Upon tasting the food, the tastes are powerful. No, not from the spices or salt or sugar. You can taste everything powerfully, distinctly. I found this to be everywhere I went in Turkey and quite a bit in Holland as well. When I returned to San Francisco, I found that it was not my imagination.
Whenever my Kurdish, Turkish, Assyrian, or Armenian friends in the San Francisco Bay area, who were from those respective areas, would take me to eat at a restaurant in the US, they used to say that food tastes dead in the US. Now I had to confirm what they’ve said. I have even heard the same from people I know from Central and South America. In the US, we are accustomed to the flatness. So we want sugar and salt and that is what replaces the taste of the foods.

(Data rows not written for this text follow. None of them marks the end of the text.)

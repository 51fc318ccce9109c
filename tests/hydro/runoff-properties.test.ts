/**
 * Runoff routing as property tests (fast-check) over random small DEMs (ties, plateaus, nodata as
 * outlet or wall, connectivity 4, 6 and 8, projected and geographic cells) and random runoff fields:
 *  - conservation of mass: input = ponded + outflow to 1e-9 relative, the ponded water summed over
 *    the cells of the water-depth raster;
 *  - every pond is what its level says: the cells below the level connected to its deepest cell
 *    (a flood fill written here), holding Σ (level − z) × area; no water touches an outlet, and no
 *    level rises above the filled DEM of the minimax-path definition (tests/hydro/helpers.ts);
 *  - enough runoff fills every depression to that filled DEM;
 *  - monotonicity: more runoff never lowers a water level and never reduces the outflow;
 *  - the bookkeeping of each depression: received = held + passed on, held ≤ capacity.
 */
import { describe, it, expect } from 'vitest';
import fc from 'fast-check';
import { runoff, type RunoffResult } from '../../src/hydro/runoff.js';
import { runoffReport } from '../../src/report/runoff.js';
import { Grid } from '../../src/surface/grid.js';
import { bruteFill, NEIGHBOURS } from './helpers.js';
import { gridArb } from './arbitraries.js';

/** A runoff field: uniform, or per cell in [0, scale) with some cells nodata. */
const fieldArb = fc.record({ seed: fc.integer(), scale: fc.constantFrom(0.01, 0.3, 2, 20), holes: fc.constantFrom(0, 0.2), uniform: fc.boolean() });

function fieldOf(g: Grid, f: { seed: number; scale: number; holes: number }): Grid {
  let s = f.seed >>> 0 || 1;
  const rnd = () => ((s = (Math.imul(s, 1664525) + 1013904223) >>> 0) / 2 ** 32);
  const v = new Float64Array(g.size);
  for (let i = 0; i < v.length; i++) v[i] = rnd() < f.holes ? NaN : rnd() * f.scale;
  return new Grid({ width: g.width, height: g.height, values: v, transform: g.transform, crs: g.crs });
}

function route(g: Grid, conn: 4 | 6 | 8, outlet: boolean, f: { seed: number; scale: number; holes: number; uniform: boolean }): RunoffResult {
  return f.uniform
    ? runoff(g, { depth: f.scale, connectivity: conn, nodataOutlet: outlet, euler: false })
    : runoff(g, { depthRaster: fieldOf(g, f), connectivity: conn, nodataOutlet: outlet, euler: false });
}

/** Conservation of mass: input = ponded + outflow, to 1e-9 of the input. */
function checkBalance(r: RunoffResult): void {
  const w = r.water;
  const tol = 1e-9 * Math.max(w.input, 1e-300);
  expect(Math.abs(w.input - w.ponded - w.outflow)).toBeLessThanOrEqual(tol);
  expect(Math.abs(w.stored - w.ponded)).toBeLessThanOrEqual(tol);
}

/** The cell touches an outlet: off the grid, or a draining nodata cell, among its neighbours. */
function touchesOutlet(g: Grid, i: number, conn: 4 | 6 | 8, outlet: boolean): boolean {
  const c = i % g.width, r = (i - c) / g.width;
  for (const [dc, dr] of NEIGHBOURS[conn]) {
    const cc = c + dc, rr = r + dr;
    if (cc < 0 || rr < 0 || cc >= g.width || rr >= g.height) return true;
    if (outlet && Number.isNaN(g.values[rr * g.width + cc])) return true;
  }
  return false;
}

describe('runoff routing: properties over random DEMs and runoff fields', () => {
  it('conserves mass: input = ponded (Σ depth × area over the cells) + outflow', () => {
    fc.assert(fc.property(gridArb, fieldArb, ({ g, conn, outlet }, f) => {
      const r = route(g, conn, outlet, f);
      checkBalance(r);
      // the ponded volume again, straight from the water-depth raster
      let sum = 0;
      for (let i = 0; i < g.size; i++) if (g.values[i] === g.values[i]) sum += r.rasters.depth[i] * r.areas.rowArea[Math.floor(i / g.width)];
      expect(Math.abs(sum - r.water.ponded)).toBeLessThanOrEqual(1e-9 * Math.max(r.water.input, 1e-300));
    }), { numRuns: 400, seed: 20261202 });
  });

  it('each pond: connected water at one level, holding Σ (level − z) × area, every cell below the level next to it included; none touches an outlet or rises above the filled DEM', () => {
    fc.assert(fc.property(gridArb, fieldArb, ({ g, conn, outlet }, f) => {
      const r = route(g, conn, outlet, f);
      const F = bruteFill(g, conn, outlet);
      const W = g.width, B = r.bodies, lab = r.rasters.bodies;
      let gridArea = 0, zMax = 0;
      for (let i = 0; i < g.size; i++) {
        if (g.values[i] !== g.values[i]) continue;
        gridArea += r.areas.rowArea[Math.floor(i / W)];
        zMax = Math.max(zMax, Math.abs(g.values[i]));
      }
      const nbrs = (i: number): number[] => {
        const c = i % W, rr = (i - c) / W, out: number[] = [];
        for (const [dc, dr] of NEIGHBOURS[conn]) {
          const cc = c + dc, r2 = rr + dr;
          if (cc >= 0 && r2 >= 0 && cc < W && r2 < g.height) out.push(r2 * W + cc);
        }
        return out;
      };
      for (let b = 1; b <= B.count; b++) {
        const level = B.level[b];
        let deepest = -1, cells = 0, vol = 0;
        for (let i = 0; i < g.size; i++) {
          if (lab[i] !== b) continue;
          cells++;
          expect(g.values[i]).toBeLessThan(level);
          vol += (level - g.values[i]) * r.areas.rowArea[Math.floor(i / W)];
          if (deepest < 0 || g.values[i] < g.values[deepest]) deepest = i;
          // maximal: a neighbour below the level is water of the same pond
          for (const j of nbrs(i)) if (g.values[j] < level) expect(lab[j]).toBe(b);
        }
        expect(cells).toBe(B.cells[b]);
        // the stored volume is h·ΣA − Σ A·z over the depression's cells (never more than the grid):
        // a few units in the last place of those sums is the finest it can resolve — it matters for
        // a small pond on huge cells (0.5° geographic cells of ~10⁹ m²)
        const resolution = 16 * Number.EPSILON * (Math.abs(level) + zMax) * gridArea * r.areas.zFactor;
        expect(Math.abs(vol * r.areas.zFactor - B.volume[b])).toBeLessThanOrEqual(1e-9 * Math.max(1, B.volume[b]) + resolution);
        // connected: a flood fill from the deepest cell through cells not above the level (pools may touch at a
        // pass cell standing exactly at the level) reaches every cell of the pond
        const seen = new Set<number>([deepest]);
        const stack = [deepest];
        while (stack.length) {
          const i = stack.pop()!;
          for (const j of nbrs(i)) if (!seen.has(j) && g.values[j] <= level) { seen.add(j); stack.push(j); }
        }
        for (let i = 0; i < g.size; i++) if (lab[i] === b) expect(seen.has(i)).toBe(true);
      }
      for (let i = 0; i < g.size; i++) {
        const lv = r.rasters.level[i];
        if (Number.isNaN(lv)) { expect(lab[i]).toBeLessThanOrEqual(0); continue; }
        expect(lab[i]).toBeGreaterThan(0);
        expect(lv).toBe(B.level[lab[i]]);
        expect(touchesOutlet(g, i, conn, outlet)).toBe(false);
        if (F[i] !== Infinity) expect(lv).toBeLessThanOrEqual(F[i]);
      }
    }), { numRuns: 300, seed: 20261202 });
  });

  it('enough runoff fills every depression to the filled DEM (minimax-path definition)', () => {
    fc.assert(fc.property(gridArb, ({ g, conn, outlet }) => {
      let lo = Infinity, hi = -Infinity;
      for (const z of g.values) if (z === z) { lo = Math.min(lo, z); hi = Math.max(hi, z); }
      const r = runoff(g, { depth: hi - lo + 1, connectivity: conn, nodataOutlet: outlet, euler: false });
      checkBalance(r);
      const F = bruteFill(g, conn, outlet);
      for (let i = 0; i < g.size; i++) {
        const z = g.values[i];
        if (z !== z || F[i] === Infinity) continue;
        if (F[i] > z) expect(r.rasters.level[i]).toBe(F[i]); else expect(Number.isNaN(r.rasters.level[i])).toBe(true);
      }
    }), { numRuns: 300, seed: 20261202 });
  });

  it('monotone: more runoff never lowers a water level and never reduces the outflow', () => {
    fc.assert(fc.property(gridArb, fieldArb, fieldArb, ({ g, conn, outlet }, f1, f2) => {
      const a = fieldOf(g, { ...f1, holes: 0 });
      const extra = fieldOf(g, f2);
      const b = new Grid({ width: g.width, height: g.height, values: a.values.map((x, i) => x + (extra.values[i] === extra.values[i] ? extra.values[i] : 0)), transform: g.transform, crs: g.crs });
      const r1 = runoff(g, { depthRaster: a, connectivity: conn, nodataOutlet: outlet, euler: false });
      const r2 = runoff(g, { depthRaster: b, connectivity: conn, nodataOutlet: outlet, euler: false });
      checkBalance(r1);
      checkBalance(r2);
      const tol = 1e-9 * Math.max(1, r2.water.input);
      expect(r2.water.outflow).toBeGreaterThanOrEqual(r1.water.outflow - tol);
      expect(r2.water.ponded).toBeGreaterThanOrEqual(r1.water.ponded - tol);
      for (let i = 0; i < g.size; i++) {
        const l1 = r1.rasters.level[i], l2 = r2.rasters.level[i];
        if (Number.isNaN(l1)) continue;
        expect(Number.isNaN(l2)).toBe(false);
        expect(l2).toBeGreaterThanOrEqual(l1 - 1e-9);
      }
      // and per depression: it never holds less
      for (let d = 1; d <= r1.hierarchy.count; d++) {
        const k = r1.hierarchy.node[d];
        expect(r2.route.stored[k]).toBeGreaterThanOrEqual(r1.route.stored[k] - tol);
      }
    }), { numRuns: 300, seed: 20261202 });
  });

  it('each depression: received = held + passed on, held ≤ capacity; full ones hold their capacity, dry ones nothing', () => {
    fc.assert(fc.property(gridArb, fieldArb, ({ g, conn, outlet }, f) => {
      const opts = f.uniform ? { depth: f.scale } : { depthRaster: fieldOf(g, f) };
      const { result: r, report } = runoffReport(g, { ...opts, connectivity: conn, nodataOutlet: outlet, euler: false });
      const tol = 1e-9 * Math.max(1, r.water.input);
      let top = 0;
      for (const d of report.depressions) {
        expect(Math.abs(d.received - d.waterVolume - d.passedOn)).toBeLessThanOrEqual(tol);
        expect(d.waterVolume).toBeLessThanOrEqual(d.volume + tol);
        expect(d.passedOn).toBeGreaterThanOrEqual(0);
        if (d.state === 'full') expect(Math.abs(d.waterVolume - d.volume)).toBeLessThanOrEqual(tol);
        if (d.state === 'dry') { expect(d.waterVolume).toBe(0); expect(d.wetCells).toBe(0); }
        if (d.state !== 'full') expect(d.passedOn).toBeLessThanOrEqual(tol);
        if (d.waterLevel !== null) {
          let top = d;
          while (top.parent !== null) top = report.depressions.at(top.parent - 1);
          expect(d.waterLevel).toBeGreaterThan(d.pitValue);
          expect(d.waterLevel).toBeLessThanOrEqual(top.spillValue);
        }
        // what a full depression passes on goes somewhere: into its neighbour, or (outermost ones) off the map
        if (d.parent === null) top += d.passedOn;
        const kids = d.children.map((c) => report.depressions.at(c - 1));
        if (kids.length) expect(d.waterVolume).toBeGreaterThanOrEqual(kids.reduce((s, c) => s + c.waterVolume, 0) - tol);
      }
      expect(top).toBeLessThanOrEqual(r.water.outflow - r.water.outflowDirect + tol);
      expect(report.counts.full + report.counts.partial + report.counts.dry).toBe(report.depressions.length);
    }), { numRuns: 300, seed: 20261202 });
  });
});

When you think about it, the chemicals that bombard food in the US, and the processing and the drugging of animals and the pumping into the soil of chemicals to grow foods faster and make them bigger, etc. suck the food tastes out of them. There is a dullness. That is why when sometimes I eat with some US American friends at a very good Japanese restaurant, they complain of things not having any taste. There needs to be more sugar and or salt or the sauce needs to be stronger. The tastebuds are weak.
But for the moment in the Ankara restaurant, I enjoy the sensual delights of eating! On my tongue, it was Mmmmmmmmmmmm!!!